Peu importe les difficultés, Dominique prêchait. Il révélait la Parole de salut. Comme Dieu l’avait fait dans les temps anciens. Comme le Christ Jésus l’avait fait sur les routes de Galilée et de Palestine. Comme les apôtres et Paul entreprirent de le faire, poussés par l’Esprit du Ressuscité. Inlassablement, comme eux, il a fait retentir le cri pascal, il a invité au baptême. Il a tenu le coup. Il est resté fidèle à l’intuition de départ qu’il partageait avec son vieil évêque d’Osma puis avec celui de Toulouse : prêcher avec des moyens limités, pauvres, mimant partiellement, au passage, certains aspects justes des choix des personnes à qui il s’adressait. Il ne prêchait pas la vérité pour le plaisir de la vérité… Il ne l’assénait pas à coup de marteau. Son nom de famille n’était pas « Nietzsche » et il ne leur parlait pas depuis une forteresse, barricadé dans ses certitudes. Il ne le faisait pas, seulement ou simplement pour dire que la vérité avait été proclamée et, peut-être, simplement entendue. Il prêchait pour que l’Évangile de Dieu, la vérité du Christ soient efficaces, qu’elles émeuvent, qu’elles bouleversent et convertissent. Il prêchait pour que la conversion mène ou ramène – au moins pour un temps – à regretter les errements passés, à faire pénitence…. Il le faisait pour leur faire goûter la joie du salut partagé. Cela ne pouvait véritablement avoir lieu que dans la communauté ecclésiale composée de pécheurs, de pécheresses, de saintes et de saints en devenir, dans une communauté apostolique incarnée, avec toutes les difficultés que cela entraine, les contre-témoignages possibles. Tout cela tient dans ce mot de réconciliation.

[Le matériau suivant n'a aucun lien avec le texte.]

//! Why a net reads what it reads, in plain words.

use std::fmt::Write as _;

use super::remedy::lever;
use super::table::plain_table;
use super::words;
use crate::study::explain::{Explanation, Piece};
use crate::study::remedy::Outcome;

/// What each piece of the nets contributes to their worst readings, and what halves these.
pub fn explanations_text(explanations: &[Explanation]) -> String {
    explanations.iter().map(explanation_text).collect()
}

fn explanation_text(explanation: &Explanation) -> String {
    let worst = &explanation.worst;
    let mut text = format!(
        "\n{}: {:.1} dBµV/m at {}, harmonic {}, at {}, mainly from {}\n",
        explanation.net,
        worst.field_dbuv_per_m,
        words::frequency(worst.frequency_hz),
        worst.harmonic,
        words::distance(worst.distance_m),
        worst.mechanism.as_str()
    );
    let reading = &explanation.reading;
    let parts = [
        ("loops", reading.loops_dbuv_per_m),
        ("charged traces", reading.charges_dbuv_per_m),
        ("cables", reading.cable_dbuv_per_m),
    ];
    let parts: Vec<String> = parts
        .iter()
        .filter_map(|(name, level)| Some(format!("{name} {:.1}", (*level)?)))
        .collect();
    let _ = writeln!(text, "  By itself, in dBµV/m: {}", parts.join(", "));
    if let Some(aim) = &reading.aim {
        let _ = writeln!(text, "  Antenna: {}", words::aim(aim));
    }
    text.push('\n');
    push_pieces(&mut text, explanation);
    let _ = writeln!(text, "\nWhat halves it (6 dB):");
    match &explanation.parts {
        Outcome::Found(remedy) => {
            let _ = writeln!(
                text,
                "  `{}`: margin {:.1} dB in place of {:.1} dB",
                remedy.tried,
                remedy.after.margin_db(),
                worst.margin_db
            );
        }
        Outcome::Hopeless(hopeless) => match &hopeless.best {
            Some((tried, variant)) => {
                let _ = writeln!(
                    text,
                    "  no change of parts that is safe; the best, `{tried}`, comes to {:.1} dB of margin in place of {:.1} dB",
                    variant.margin_db(),
                    worst.margin_db
                );
            }
            None => text.push_str("  no change of parts that is safe\n"),
        },
        Outcome::LeftAlone | Outcome::NotJudged => {}
    }
    for found in &explanation.levers {
        let gain_db = found.reach.margin_db - worst.margin_db;
        let _ = match (found.reach.suffices, gain_db.is_finite()) {
            (true, true) => writeln!(text, "  {}: {gain_db:.1} dB", lever(found)),
            (false, true) => writeln!(
                text,
                "  {}: would not do alone, {gain_db:.1} dB",
                lever(found)
            ),
            (_, false) => writeln!(
                text,
                "  {}: contained between two planes but for its ends and vias",
                lever(found)
            ),
        };
    }
    text
}

fn push_pieces(text: &mut String, explanation: &Explanation) {
    let header = [
        "line of\nthe path",
        "from\nx, y mm",
        "to\nx, y mm",
        "length\nmm",
        "height\nmm",
        "current\nmA",
        "voltage\nV",
        "alone\ndBµV/m",
        "without it\ndBµV/m",
    ];
    let mut table = plain_table(&header, &[0, 1, 2, 3, 4, 5, 6, 7, 8]);
    let mm = |m: f64| words::trimmed(m * 1e3, 2);
    let at = |[x, y]: [f64; 2]| {
        format!(
            "{}, {}",
            words::trimmed(x * 1e3, 1),
            words::trimmed(y * 1e3, 1)
        )
    };
    let level = |level: Option<f64>| level.map_or("-".to_string(), |level| format!("{level:.1}"));
    for piece in &explanation.pieces {
        let Piece {
            line,
            start_m,
            end_m,
            length_m,
            height_m,
            middle_current_a,
            middle_voltage_v,
            alone_dbuv_per_m,
            rest_dbuv_per_m,
        } = piece;
        table.add_row(vec![
            line.to_string(),
            at(*start_m),
            at(*end_m),
            words::trimmed(length_m * 1e3, 1),
            mm(*height_m),
            mm(*middle_current_a),
            words::trimmed(*middle_voltage_v, 3),
            level(*alone_dbuv_per_m),
            level(*rest_dbuv_per_m),
        ]);
    }
    for line in table.lines() {
        let _ = writeln!(text, "  {}", line.trim_end());
    }
    text.push_str("  (current and voltage in its middle, rms; alone: the field of this piece with the waves it has)\n");
}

Et la réconciliation qu’il visait n’était pas au rabais. Elle ne niait pas ce qui pouvait y avoir de juste, de justifiable, de raisonnable dans ce qu’avait vécu et choisi les personnes réconciliées… Avec les moyens de l’époque et selon des attentes – appelons-les – religieuses de son époque, il tentait d’équilibrer les désirs de rigueur et de discipline personnelle ET la vitalité de la prière et des sacrements.

Enfin, la réconciliation qu’il visait et pour laquelle il prêchait sans relâche, il ne l’imposait pas. Il l’offrait. Il l’offrait au nom de l’Église de Dieu, inscrite dans un lieu précis. Il faisait d’ailleurs injonction au pasteur local de se soucier de la personne réconciliée, de la soutenir… même si les moyens de ce souci pastoral pourraient nous troubler aujourd’hui : nous n’avons plus guère recours au fouet. Il s’en remettait aussi à l’Église pour confirmer sa pratique et la vérité de la réconciliation de la personne avec Dieu et sa réception dans l’Église.

Il finit par instituer un Ordre dévouée à la prédication en vue de la réconciliation des humains entre eux et avec Dieu jusqu’aux limites du monde et jusqu’à la fin du monde. Des moniales, des sœurs et des frères se partagent depuis cette mission.

Aujourd’hui encore, ici à Chalais, la Parole de Dieu retentit. La réconciliation est encore et toujours offerte. Nous y avons été plongés au baptême. Nous sommes invités à en vivre. Nous sommes poussés, par l’exemple de Dominique, à l’annoncer en vérité, à trouver gestes et mots pour que les quêtes de sens, de nouveauté, de vie authentiquement humaine puissent y reconnaître un chemin inattendu.

De cette réconciliation prêchée, reçue, vécue, faisons mémoire au cours de notre Eucharistie.